For each line of the listing that includes the word "Sent", show the whole line.

***** Task material

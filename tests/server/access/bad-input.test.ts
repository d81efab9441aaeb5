/** Bad input at every operation of the document (promises P23, P24): refused by the right answer, never by a fault. */
import { afterAll, beforeAll, describe, expect, it } from 'vitest'
import { ROLES } from '#shared/contracts/roles.ts'
import { idsOfNothing } from '../../support/group-records.ts'
import { BODIES } from '../../support/operation-bodies.ts'
import { readOperations, type Operation } from '../../support/operations.ts'
import { sampleOf } from '../../support/sample-of-schema.ts'
import { startTestApp, type TestApp, type TestMember } from '../../support/test-app.ts'
import { TEST_ORIGIN } from '../../support/test-client.ts'

let app: TestApp
let member: TestMember
let operations: Operation[]

beforeAll(async () => {
  app = await startTestApp()
  member = await app.givenMember(await app.givenGroup('Ridge Group'), { roles: ROLES })
  operations = await readOperations(app)
})
afterAll(() => app.close())

interface Sent {
  path?: string
  query?: string
  body?: unknown
}

interface Problem {
  status: number
  code: string
  pointers: string[]
}

const ids = idsOfNothing()

/** What an operation answers; a body or a path that are not given are good ones. */
async function send(operation: Operation, { path, query = '', body }: Sent = {}): Promise<Problem> {
  if (operation.access.scope !== 'group') await app.ctx.db.query('DELETE FROM rate_limit')
  const ending = new AbortController()
  const url = path ?? operation.path.replace(/\{(\w+)\}/g, (_, name: string) => ids(name))
  const startedAt = performance.now()
  const response = await fetch(`${app.url}${url}${query}`, {
    method: operation.method,
    signal: ending.signal,
    headers: {
      Origin: TEST_ORIGIN,
      Cookie: await cookieFor(operation),
      ...(operation.versioned && { 'If-Match': '"1"' }),
      ...(operation.body && { 'Content-Type': 'application/json' }),
    },
    ...(operation.body && { body: JSON.stringify(body ?? bodyOf(operation)) }),
  })
  expect(performance.now() - startedAt).toBeLessThan(5000)
  return readProblem(response).finally(() => ending.abort())
}

/** Some operations end the session they are called in. */
async function cookieFor({ access }: Operation): Promise<string> {
  if (access.scope !== 'self') return member.cookie ?? ''
  return (await app.givenMember({ id: member.groupId, name: '' }, { roles: ROLES })).cookie ?? ''
}

async function readProblem(response: Response): Promise<Problem> {
  if (response.status < 400) return { status: response.status, code: '', pointers: [] }
  expect(response.headers.get('Content-Type')).toBe('application/problem+json; charset=utf-8')
  const problem = (await response.json()) as Record<string, unknown> & { errors?: { pointer: string }[] }
  expect(problem).toMatchObject({
    type: `/problems/${String(problem.code)}`,
    status: response.status,
    title: expect.any(String) as string,
    requestId: response.headers.get('X-Request-Id'),
  })
  expect(JSON.stringify(problem)).not.toMatch(/node_modules|SELECT |INSERT |\.ts:\d/)
  const pointers = problem.errors?.map(({ pointer }) => pointer) ?? []
  return { status: response.status, code: String(problem.code), pointers }
}

function bodyOf(operation: Operation): Record<string, unknown> {
  const made = BODIES[operation.name]?.(ids) ?? (operation.body && sampleOf(operation.body, ids))
  return made as Record<string, unknown>
}

const withBody = () => operations.filter(({ body }) => body)
const withId = () => operations.filter(({ params }) => params.some((name) => name.endsWith('Id')))

const NASTY = [
  `'"; DROP TABLE member; --`,
  '{{7*7}} ${7*7} <%= 7*7 %>',
  '$(id) `id` | id',
  '../../../../etc/passwd',
  '<script>alert(1)</script><img src=x onerror=alert(1)>',
  'javascript:alert(1)',
  '=1+1',
  '\u202Eright to left',
  `e${'\u0301'.repeat(500)}`,
  'x'.repeat(20_000),
]

const UNPRINTABLE = ['NUL \u0000', 'bell \u0007', 'half \ud800', 'half \udc00', 'line\r\nfeed']

describe('every operation', () => {
  it('refuses an unknown field and names it', { timeout: 120_000 }, async () => {
    for (const operation of withBody()) {
      const answer = await send(operation, { body: { ...bodyOf(operation), unexpected: 1 } })
      expect([operation.name, answer.status]).toEqual([operation.name, 422])
      expect([operation.name, ...answer.pointers]).toContain('#/unexpected')
    }
  })

  it('refuses fields that the server alone sets', { timeout: 120_000 }, async () => {
    const own = {
      groupId: ids('other'),
      createdBy: ids('other'),
      version: 9,
      createdAt: '2020-01-01T00:00:00Z',
    }
    for (const operation of withBody()) {
      const answer = await send(operation, { body: { ...bodyOf(operation), ...own } })
      expect([operation.name, answer.status]).toEqual([operation.name, 422])
    }
  })

  it('refuses a wrong type in every field and names it', { timeout: 120_000 }, async () => {
    for (const operation of withBody()) {
      const good = bodyOf(operation)
      for (const field of Object.keys(good)) {
        const answer = await send(operation, { body: { ...good, [field]: { wrong: [] } } })
        expect([operation.name, field, answer.status]).toEqual([operation.name, field, 422])
        expect(answer.pointers.some((pointer) => pointer.startsWith(`#/${field}`))).toBe(true)
      }
    }
  })

  it('refuses unprintable text in every field of text', { timeout: 240_000 }, async () => {
    for (const operation of withBody()) {
      const good = bodyOf(operation)
      for (const field of Object.keys(good).filter((each) => typeof good[each] === 'string')) {
        for (const text of UNPRINTABLE) {
          const answer = await send(operation, { body: { ...good, [field]: text } })
          const isText = field === 'notes' && text.includes('\n')
          if (!isText)
            expect([operation.name, field, text, answer.status]).toEqual([operation.name, field, text, 422])
        }
      }
    }
  })

  it('has no fault with any text', { timeout: 240_000 }, async () => {
    for (const operation of withBody()) {
      const good = bodyOf(operation)
      for (const field of Object.keys(good).filter((each) => typeof good[each] === 'string')) {
        for (const text of NASTY) {
          const { status } = await send(operation, { body: { ...good, [field]: text } })
          expect([operation.name, field, text, status < 500]).toEqual([operation.name, field, text, true])
        }
      }
    }
  })

  it('knows no record by a bad id', { timeout: 120_000 }, async () => {
    const bad = ['x', '%20', '%00', '..%2F..', `${ids('other')}x`, `'%20OR%201=1`]
    for (const operation of withId()) {
      for (const id of bad) {
        const path = operation.path.replace(/\{(\w+)\}/g, (_, name: string) =>
          name.endsWith('Id') ? id : ids(name),
        )
        const { status } = await send(operation, { path })
        expect([operation.name, id, status]).toEqual([operation.name, id, 404])
      }
    }
  })

  it('refuses bad pages of a list', { timeout: 120_000 }, async () => {
    const lists = operations.filter(({ optionalQuery }) => optionalQuery.includes('page'))
    expect(lists.length).toBeGreaterThan(5)
    const bad = [
      'page=0',
      'page=-1',
      'page=1.5',
      'page=1e9',
      'page=x',
      'page=%D9%A1',
      'page=1&page=2',
      'page[]=1',
    ]
    const sizes = [
      'size=0',
      'size=-1',
      'size=201',
      'size=1e9',
      'sort=nothing',
      'descending=perhaps',
      'cursor=x',
    ]
    for (const operation of lists) {
      for (const query of [...bad, ...sizes]) {
        const { status } = await send(operation, { query: `?${query}` })
        expect([operation.name, query, status]).toEqual([operation.name, query, 400])
      }
    }
  })

  it('searches for any text without a fault', { timeout: 120_000 }, async () => {
    for (const operation of operations.filter(({ optionalQuery }) => optionalQuery.includes('search'))) {
      for (const text of [...NASTY.map((each) => each.slice(0, 80)), '%', '_', '\\'].map(
        encodeURIComponent,
      )) {
        const { status } = await send(operation, { query: `?search=${text}` })
        expect([operation.name, text, status]).toEqual([operation.name, text, 200])
      }
    }
  })

  it('answers 405 with Allow to a method it does not take', async () => {
    for (const path of new Set(operations.map((each) => each.path))) {
      const response = await fetch(`${app.url}${path}`, { method: 'PATCH', headers: { Origin: TEST_ORIGIN } })
      const methods = operations.filter((each) => each.path === path).map(({ method }) => method)
      expect([path, response.status]).toEqual([path, 405])
      expect(response.headers.get('Allow')?.split(', ')).toEqual(expect.arrayContaining(methods))
    }
  })

  it('needs a version it was read at, where it changes a record', async () => {
    for (const operation of operations.filter(({ versioned }) => versioned)) {
      const { status, code } = await send({ ...operation, versioned: false })
      expect([operation.name, status, code]).toEqual([operation.name, 428, 'version-missing'])
    }
  })
})

describe('an address where nothing is', () => {
  it.each([
    '/api',
    '/api/',
    '/api/v1',
    '/api/v2/session',
    '/api/v1/session/',
    '/API/v1/session',
    '/api/v1//session',
  ])('answers 404 for %s', async (path) => {
    expect(await send({ ...operations[0]!, method: 'GET', body: undefined }, { path })).toMatchObject({
      status: 404,
      code: 'not-found',
    })
  })

  it.each(['/%', '/%zz', '/api/v1/kits/%', '/api/v1/kits/%E0%A4%A'])('answers 400 for %s', async (path) => {
    expect((await send({ ...operations[0]!, method: 'GET', body: undefined }, { path })).status).toBe(400)
  })
})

**********

> _Output below_:
interface Sent {
async function send(operation: Operation, { path, query = '', body }: Sent = {}): Promise<Problem> {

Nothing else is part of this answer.